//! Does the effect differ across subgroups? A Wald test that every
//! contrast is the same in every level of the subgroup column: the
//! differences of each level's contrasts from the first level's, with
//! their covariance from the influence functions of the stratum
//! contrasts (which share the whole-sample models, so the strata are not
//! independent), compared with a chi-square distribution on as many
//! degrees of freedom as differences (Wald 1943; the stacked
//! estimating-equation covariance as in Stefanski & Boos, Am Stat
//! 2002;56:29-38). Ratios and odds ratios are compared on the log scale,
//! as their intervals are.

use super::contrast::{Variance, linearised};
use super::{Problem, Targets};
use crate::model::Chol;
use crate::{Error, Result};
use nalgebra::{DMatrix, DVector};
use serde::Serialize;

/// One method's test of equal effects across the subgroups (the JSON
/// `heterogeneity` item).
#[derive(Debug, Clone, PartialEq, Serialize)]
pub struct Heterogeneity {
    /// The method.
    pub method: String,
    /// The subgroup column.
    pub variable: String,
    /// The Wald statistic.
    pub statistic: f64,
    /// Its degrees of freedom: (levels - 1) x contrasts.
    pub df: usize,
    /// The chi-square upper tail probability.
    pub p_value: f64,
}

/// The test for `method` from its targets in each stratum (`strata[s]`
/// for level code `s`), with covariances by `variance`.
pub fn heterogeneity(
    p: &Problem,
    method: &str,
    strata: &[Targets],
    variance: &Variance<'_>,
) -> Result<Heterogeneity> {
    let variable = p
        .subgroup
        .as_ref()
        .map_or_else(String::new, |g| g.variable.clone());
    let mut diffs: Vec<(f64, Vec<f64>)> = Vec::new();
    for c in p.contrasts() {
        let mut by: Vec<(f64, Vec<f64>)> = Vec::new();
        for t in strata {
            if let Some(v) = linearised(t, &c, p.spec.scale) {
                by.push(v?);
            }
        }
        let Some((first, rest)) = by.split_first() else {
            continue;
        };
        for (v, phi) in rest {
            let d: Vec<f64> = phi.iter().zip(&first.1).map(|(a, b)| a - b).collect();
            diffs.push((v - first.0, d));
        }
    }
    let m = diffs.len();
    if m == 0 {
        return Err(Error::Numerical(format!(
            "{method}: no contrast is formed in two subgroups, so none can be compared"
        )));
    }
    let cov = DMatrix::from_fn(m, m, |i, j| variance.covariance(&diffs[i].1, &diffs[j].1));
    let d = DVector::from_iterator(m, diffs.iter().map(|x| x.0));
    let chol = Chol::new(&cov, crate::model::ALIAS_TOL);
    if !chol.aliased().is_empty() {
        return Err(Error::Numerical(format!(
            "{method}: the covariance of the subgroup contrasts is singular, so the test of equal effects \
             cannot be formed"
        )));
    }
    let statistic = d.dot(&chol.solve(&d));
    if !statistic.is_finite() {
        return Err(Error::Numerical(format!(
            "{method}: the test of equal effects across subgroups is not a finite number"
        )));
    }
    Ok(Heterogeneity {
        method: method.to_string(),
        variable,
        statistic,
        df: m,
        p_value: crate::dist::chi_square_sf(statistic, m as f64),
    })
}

§ **Problem description**
Return every line of the preceding records in which the word "effects" appears.

§ **Expected answer**
/// One method's test of equal effects across the subgroups (the JSON
            "{method}: the covariance of the subgroup contrasts is singular, so the test of equal effects \
            "{method}: the test of equal effects across subgroups is not a finite number"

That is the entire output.